From Huffington Post: http://www.huffingtonpost.com/dana-beyer/gay-vs-trans-cultural-influence_b_3118538.html?utm_hp_ref=gay-voices
Dana Beyer
04/22/2013
Over the past few weeks there have been several music-related media stories making the rounds in the LGBT community: the homophobic rant by Michelle Shocked and the subsequent fallout, and the Indigo Girls’ commitment to stand with the trans community at the iconic Michigan Womyn’s Music Festival (MWMF). The way these two stories developed exemplifies the difference in power and influence between the two communities, gay and trans, which are united except when they’re not.
Once Shocked’s rant went viral, fans boycotted her shows, and promoters cancelled her performances. She was so infuriated that she herself lashed out with some performance art and the usual unapologetic “apology.” The consequences of her words led to what now seems an unremarkable, well-organized response from the gay community and its allies. The well-oiled machine that is the gay communications “war room” primes a community that is no longer willing to tolerate abuse and puts into motion with remarkable efficiency a potent campaign response. It works, the mission is accomplished and the story fades, and one hopes that others with feelings similar to those of Shocked, like Dr. Ben Carson, stop and ponder their beliefs and begin to change their behaviors.
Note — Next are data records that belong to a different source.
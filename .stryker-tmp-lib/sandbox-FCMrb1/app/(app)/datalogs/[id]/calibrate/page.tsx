// @ts-nocheck
import type { Metadata } from "next";
import { CalibrateView } from "@/components/datalogs/calibrate-view";
import { cleaningFromQuery, type CleaningQuery } from "@/lib/datalogs/cleaning-query";
import { LogHeader } from "@/components/datalogs/log-header";
import { SafetyNotes } from "@/components/datalogs/safety";
import { combinationSchema } from "@/calc";
import { canWriteOwned } from "@/db/policy";
import { loadAnalysis, loadCombinationLogs } from "../load";
import { personUnits } from "@/lib/units/person";
import { requestLocale } from "@/app/_lib/locale";

export const metadata: Metadata = { title: "Calibrate from a log" };

export default async function CalibratePage({ params, searchParams }: { params: Promise<{ id: string }>; searchParams: Promise<CleaningQuery> }) {
  const [{ id }, query] = await Promise.all([params, searchParams]);
  const { user, actor, log, points, ambient, combination, loggedSpec } = await loadAnalysis(id);
  const logs = await loadCombinationLogs(actor, combination.id);
  return (
    <div className="flex flex-col gap-5">
      <LogHeader title={`Calibrate from “${log.name}”`} log={log} combination={combination} ambient={ambient} unitSystem={personUnits(user)} locale={await requestLocale()} />
      <CalibrateView
        logId={log.id}
        logName={log.name}
        points={points}
        ambient={ambient}
        loggedSpec={loggedSpec}
        current={{ id: combination.id, name: combination.name, revision: combination.revision, spec: combinationSchema.parse(combination.spec) }}
        loggedRevision={log.revision}
        canSave={canWriteOwned(actor, combination.ownerId)}
        unitSystem={personUnits(user)}
        initial={cleaningFromQuery(query)}
        logs={logs}
      />
      <SafetyNotes />
    </div>
  );
}
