class DemandSystem(Preferences):
    """Marshallian demands of a given form; e, v and h by integration along a price path."""

    family = "demand_system"
    title = ("Demand system given by its demand functions (linear, log-linear, semi-log or "
             "formulas); expenditure function by integration along a price path")
    source = (
        "Hausman (1981), American Economic Review 71(4); Vartia (1983), Econometrica 51(1); "
        "integrability: Hurwicz and Uzawa (1971)"
    )
    homothetic = False
    parameter_specs = (
        ParameterSpec("form", "How the demands are given: linear, log_linear, semi_log or formula "
                      "(function from Python).", required=True, shape="text"),
        ParameterSpec("intercepts", "linear, semi_log, log_linear: the constants a_i, one per "
                      "item.", shape="vector"),
        ParameterSpec("price_coefficients", "linear, semi_log: the matrix b_ij of the prices (row i: "
                      "item i's demand).", shape="matrix"),
        ParameterSpec("income_coefficients", "linear, semi_log: the income coefficients c_i.",
                      default=0.0, shape="vector"),
        ParameterSpec("price_elasticities", "log_linear: the matrix of price elasticities "
                      "eps_ij.", shape="matrix"),
        ParameterSpec("income_elasticities", "log_linear: the income elasticities eta_i.",
                      default=0.0, shape="vector"),
        ParameterSpec("demand_formulas", "formula: one formula per item, keyed by item id, using "
                      "item ids as prices and income.", shape="formulas"),
        ParameterSpec("numeraire", "An item whose demand is the rest of the budget and whose price "
                      "is the unit of the other prices and income in the equations (its own "
                      "coefficients must be 0, it has no formula).", shape="item"),
        ParameterSpec("path", "Price vectors the price path passes through on its way from base "
                      "prices (default: a straight path).", shape="path"),
        ParameterSpec("tolerance", "Relative tolerance of the integration.",
                      default=DEFAULT_TOLERANCE),
        ParameterSpec("deadline_seconds", "Seconds allowed for the model's numerical work, counted "
                      "from calibration (the service sets it).", default=10.0, shape="service"),
        ParameterSpec("item_names", "The item ids that formulas use, in item order (the service "
                      "sets them from items).", shape="service"),
        ParameterSpec("demand_function", "function: a Python callable x(p, m) (from Python "
                      "only).", shape="python"),
    )

    def __init__(self, system: _System, base: BaseBudget, *, form: str, waypoints: Sequence[Vector],
                 tolerance: float, deadline: Deadline, numeraire_name: str | None) -> None:
        self.system = system
        self.form = form
        self.base_prices = base.prices
        self.base_income = base.expenditure
        self.n_items = base.n_items
        self.waypoints = tuple(waypoints)
        self.tolerance = tolerance
        self.deadline = deadline
        self.numeraire_name = numeraire_name
        self._cache: dict[tuple[Any, ...], float] = {}
        self._solves = 0
        self._error_estimate: float | None = None
        self._path_spread: float | None = None
        path_text = ("a straight price path" if not waypoints else
                     f"a price path through {len(waypoints)} given price vector(s)")
        self.calibration_notices = (
            Notice("expenditure_by_integration",
                   f"The {form.replace('_', '-')} demand system has no closed-form expenditure "
                   f"function: e(p,u) is found by integrating the demands along {path_text} from "
                   f"base prices (Hausman 1981; Vartia 1983), relative tolerance "
                   f"{tolerance:.0e}; utility is measured as money at base prices."),
        )

    # -- calibration ------------------------------------------------------------------------
    @classmethod
    def calibrate(
        cls,
        base: BaseBudget,
        *,
        form: str | None = None,
        intercepts: Any = None,
        price_coefficients: Any = None,
        income_coefficients: Any = None,
        price_elasticities: Any = None,
        income_elasticities: Any = None,
        demand_formulas: Any = None,
        demand_function: Any = None,
        numeraire: Any = None,
        path: Any = None,
        tolerance: Any = DEFAULT_TOLERANCE,
        deadline_seconds: Any = 10.0,
        item_names: Any = None,
        **_: Any,
    ) -> DemandSystem:
        """Check the demand system's parameters; ``base`` is the reference point (p0, m0)."""
        n = base.n_items
        given = {
            "intercepts": intercepts, "price_coefficients": price_coefficients,
            "income_coefficients": income_coefficients, "price_elasticities": price_elasticities,
            "income_elasticities": income_elasticities, "demand_formulas": demand_formulas,
            "demand_function": demand_function,
        }
        if form is None:
            raise InvalidInput("form", "is required: give linear, log_linear, semi_log or formula")
        if form not in FORMS:
            raise InvalidInput("form", f"must be one of linear, log_linear, semi_log, formula or "
                               f"function, got {form!r}")
        for name, value in given.items():
            if value is not None and name not in _FORM_PARAMETERS[form]:
                takes = ", ".join(_FORM_PARAMETERS[form])
                raise InvalidInput(name, f"is not used by the {form} form (it takes {takes})")
        names = _item_names(item_names, n)
        r = _numeraire(numeraire, names, n)
        if r is not None and form == "function":
            raise InvalidInput("numeraire", "is not used with a demand function from Python: write "
                               "the numeraire's demand into the function")
        rtol = _checks.scalar("tolerance", tolerance)
        if not 1e-13 <= rtol <= 1e-4:
            raise InvalidInput("tolerance", f"must be between 1e-13 and 1e-4, got {rtol:g}")
        deadline = Deadline(None if deadline_seconds is None else
                            _checks.scalar("deadline_seconds", deadline_seconds, minimum=0.0))
        waypoints = _waypoints(path, n)

        inner: _Coefficients | _Formulas | _Function
        if form in ("linear", "semi_log", "log_linear"):
            inner = _coefficients(form, n, r, given)
        elif form == "formula":
            inner = _formulas(demand_formulas, names, n, r)
        else:
            if not callable(demand_function):
                raise InvalidInput("demand_function", "is required for the function form: a "
                                   "callable x(p, m) returning one quantity per item")
            inner = _Function(demand_function, n)
        model = cls(_System(inner, n, r), base, form=form, waypoints=waypoints, tolerance=rtol,
                    deadline=deadline, numeraire_name=None if r is None else
                    (names[r] if names else f"item {r}"))
        return model

    def restart_clock(self) -> None:
        """Start the deadline's count again (for a model kept and used later, from Python)."""
        self.deadline.restart()

    # -- the dual quartet -----------------------------------------------------------------
    def _marshallian(self, prices: Vector, income: float) -> Vector:
        x = self.system.demand(prices, income)
        low = np.flatnonzero(x * prices < -1e-12 * income)
        if low.size:
            i = int(low[0])
            raise InvalidInput("prices", f"the model's demand for this item is negative "
                               f"({x[i]:.4g}) at these prices and income", i)
        return x

    def _expenditure(self, prices: Vector, utility: float) -> float:
        _positive_standard(utility)
        if np.array_equal(prices, self.base_prices):
            return float(utility)
        return self._solve(prices, utility, backward=False)

    def _indirect_utility(self, prices: Vector, income: float) -> float:
        if np.array_equal(prices, self.base_prices):
            return float(income)
        return self._solve(prices, income, backward=True)

    def _hicksian(self, prices: Vector, utility: float) -> Vector:
        return self._marshallian(prices, self._expenditure(prices, utility))

    def slutsky_matrix(self, prices: Vector, income: float) -> Matrix:
        """``dx/dp + (dx/dm) x'`` from the demands' own derivatives (symbolic for formulas,
        exact for the coefficient forms, central differences for a Python function)."""
        x, jp, jm = self.system.derivatives(prices, income)
        return slutsky(x, jp, jm)

    # -- integration --------------------------------------------------------------------------
    def _path(self, prices: Vector, *, paced: bool = False) -> PricePath:
        build = paced_path if paced else straight_path
        return build(self.base_prices, prices, self.waypoints)

    def _solve(self, prices: Vector, value: float, *, backward: bool, paced: bool = False,
               tolerance: float | None = None) -> float:
        """One integration (cached): ``e`` at ``prices`` from ``(p0, value)``, or backwards."""
        rtol = self.tolerance if tolerance is None else tolerance
        key = (backward, paced, rtol, prices.tobytes(), float(value))
        if key not in self._cache:
            if len(self._cache) >= _CACHE_SIZE:
                self._cache.pop(next(iter(self._cache)))
            self._cache[key] = self._integrate(prices, value, backward=backward, paced=paced,
                                               tolerance=rtol).value
        return self._cache[key]

    def _integrate(self, prices: Vector, value: float, *, backward: bool, paced: bool = False,
                   tolerance: float | None = None, stops: Sequence[float] = ()) -> Integration:
        self._solves += 1
        return integrate(self.system.demand, self._path(prices, paced=paced), value,
                         backward=backward, tolerance=tolerance or self.tolerance,
                         deadline=self.deadline, parameter=self._parameter, stops=stops)

    @property
    def _parameter(self) -> str:
        return {"formula": "demand_formulas", "function": "demand_function"}.get(self.form, "model")

    # -- diagnostics ------------------------------------------------------------------------
    def regularity(self, prices: Vector, income: float) -> list[Notice]:
        """Adding-up at ``(p, m)``; Slutsky symmetry and negative semidefiniteness along the path
        from base prices at the living standard of ``(p, m)``; away from base prices also the
        spread between two paths and the integration error estimate."""
        notices: list[Notice] = []
        x = self.system.demand(prices, income)
        gap = adding_up_gap(prices, x, income)
        if gap > 1e-6:
            notices.append(Notice("adding_up_failed", f"The demands do not spend exactly the income: "
                                  f"p.x = {float(prices @ x):.6g} against income {income:.6g} "
                                  f"(relative gap {gap:.3g}); the integrated expenditure function "
                                  "then does not equal p.h, and item contributions need not add up "
                                  "(give a numeraire item to close the budget)."))
        at_base = np.array_equal(prices, self.base_prices)
        if at_base:
            points: list[tuple[float | None, Vector, float]] = [(None, prices, income)]
        else:
            total = len(self.waypoints) + 1
            taus = [c * total for c in _CHECKPOINTS]
            path = self._path(prices)
            along = self._integrate(prices, income, backward=True, stops=taus)
            u = along.value
            incomes = along.stops
            points = [(c, path.at(tau), incomes[tau]) for c, tau in zip(_CHECKPOINTS, taus, strict=True)]
        seen: set[str] = set()
        # A Slutsky matrix that is zero within the accuracy of its derivatives (fixed proportions)
        # is symmetric and negative semidefinite; the scale-free test would only see noise.
        floor = 1e-7 if self.form == "function" else 1e-12
        for share, p, m in points:
            matrix = self.slutsky_matrix(p, m)
            if float(np.max(np.abs(p[:, None] * matrix * p[None, :]))) <= floor * m:
                continue
            for n in slutsky_notices(matrix, p):
                if n.code in seen:
                    continue
                seen.add(n.code)
                where = "" if share is None else (
                    f" (found on the price path from base prices, {100 * share:.0f}% of the way)")
                notices.append(Notice(n.code, n.message + where))
        if not at_base:
            notices.extend(self._path_checks(prices, income, u))
        return notices

    def _path_checks(self, prices: Vector, income: float, u: float) -> list[Notice]:
        coarse = self.tolerance * 100.0
        u_coarse = self._solve(prices, income, backward=True, tolerance=coarse)
        e_fine = self.expenditure(prices, self.base_income)
        e_coarse = self._solve(prices, self.base_income, backward=False, tolerance=coarse)
        error = max(abs(u - u_coarse) / abs(u), abs(e_fine - e_coarse) / abs(e_fine))
        u_paced = self._solve(prices, income, backward=True, paced=True)
        spread = abs(u - u_paced) / abs(u)
        self._error_estimate = max(error, self._error_estimate or 0.0)
        self._path_spread = max(spread, self._path_spread or 0.0)
        limit = spread_tolerance(self.tolerance)
        if spread > limit:
            return [Notice("not_integrable",
                           f"The demands are not integrable: two different price paths from base "
                           f"prices give living standards that differ by {spread:.3g} (relative; "
                           f"tolerance {limit:.0e}), so the Konüs index, CV and EV depend on the "
                           "path taken and are not those of any utility function (Hurwicz and "
                           "Uzawa 1971).")]
        return [Notice("path_integration",
                       f"Two different price paths from base prices agree to {spread:.2g} "
                       f"(relative; tolerance {limit:.0e}); the integration's error estimate is "
                       f"{error:.2g} (relative)."),]

    def parameters(self) -> Mapping[str, Any]:
        return {
            "form": self.form,
            "numeraire": self.numeraire_name,
            "path_points": len(self.waypoints),
            "tolerance": self.tolerance,
            "integrations": self._solves,
            "error_estimate": self._error_estimate,
            "path_spread": self._path_spread,
            "path_spread_tolerance": spread_tolerance(self.tolerance),
            "deadline_seconds": self.deadline.seconds,
        }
The recent contretemps with the MWMF, however, was a much more placid affair, one that has played out many times over the past 20 years since the actively trans-exclusionist policy of the festival was made public. Change, if it happens, will continue to be incremental, a slap on the wrist and not the kind of punishment meted out to Shocked. A change.org petition made the rounds, the Indigo Girls made a statement and Lisa Vogel, the MWMF’s only director for the 38 years of the festival’s existence, replied with a non-apology. This included a comment about the event’s desire to “recognize and honor diverse gender expression among womyn,” a remarkable statement that persons who were assigned female at birth (obviously only on the basis of their perceived genitalia) and then raised as girls are uniquely “womyn-born womyn” and constitute a unique gender identity in themselves. She also highlighted in her response the fact that at the time the festival was created, “the mere idea of a female identity autonomous of male identity was revolutionary.”
And therein lies the rub. Ms. Vogel has not evolved over the past four decades from a second-wave-feminist, Manichean worldview that sees two warring camps, male and female, and she follows the so-called “feminist” philosophy that trans women are simply tools of the patriarchy. It is also doubly ironic that when modern feminism developed in the mid-20th century, the fundamental point was that reproductive biology was not destiny, and yet today we have “feminists” lauding the beauty and function of their reproductive systems as the reason to exclude trans women from the set of all women.
I support the right of all to freely associate. That includes lesbian separatists as well as bigots. As former Vice President Dick Cheney memorably said, “Freedom means freedom for everyone.” If our community accepts this overt bigotry, however, we send the wrong message.
Now I will wade in more deeply. MWMF is simply the tip of the cultural iceberg. I wish that Lisa Vogel and Janice Raymond and Julie Burchill and the rest of them were simply a small group of loud outliers. Unfortunately, they are not. While we have a remarkable group of cisgender lesbian allies, my experience, and that of many of my 50-plus-year-old trans women friends, is that many cis lesbians do not view trans women as women, nor do they view trans men as men, which is probably even more offensive.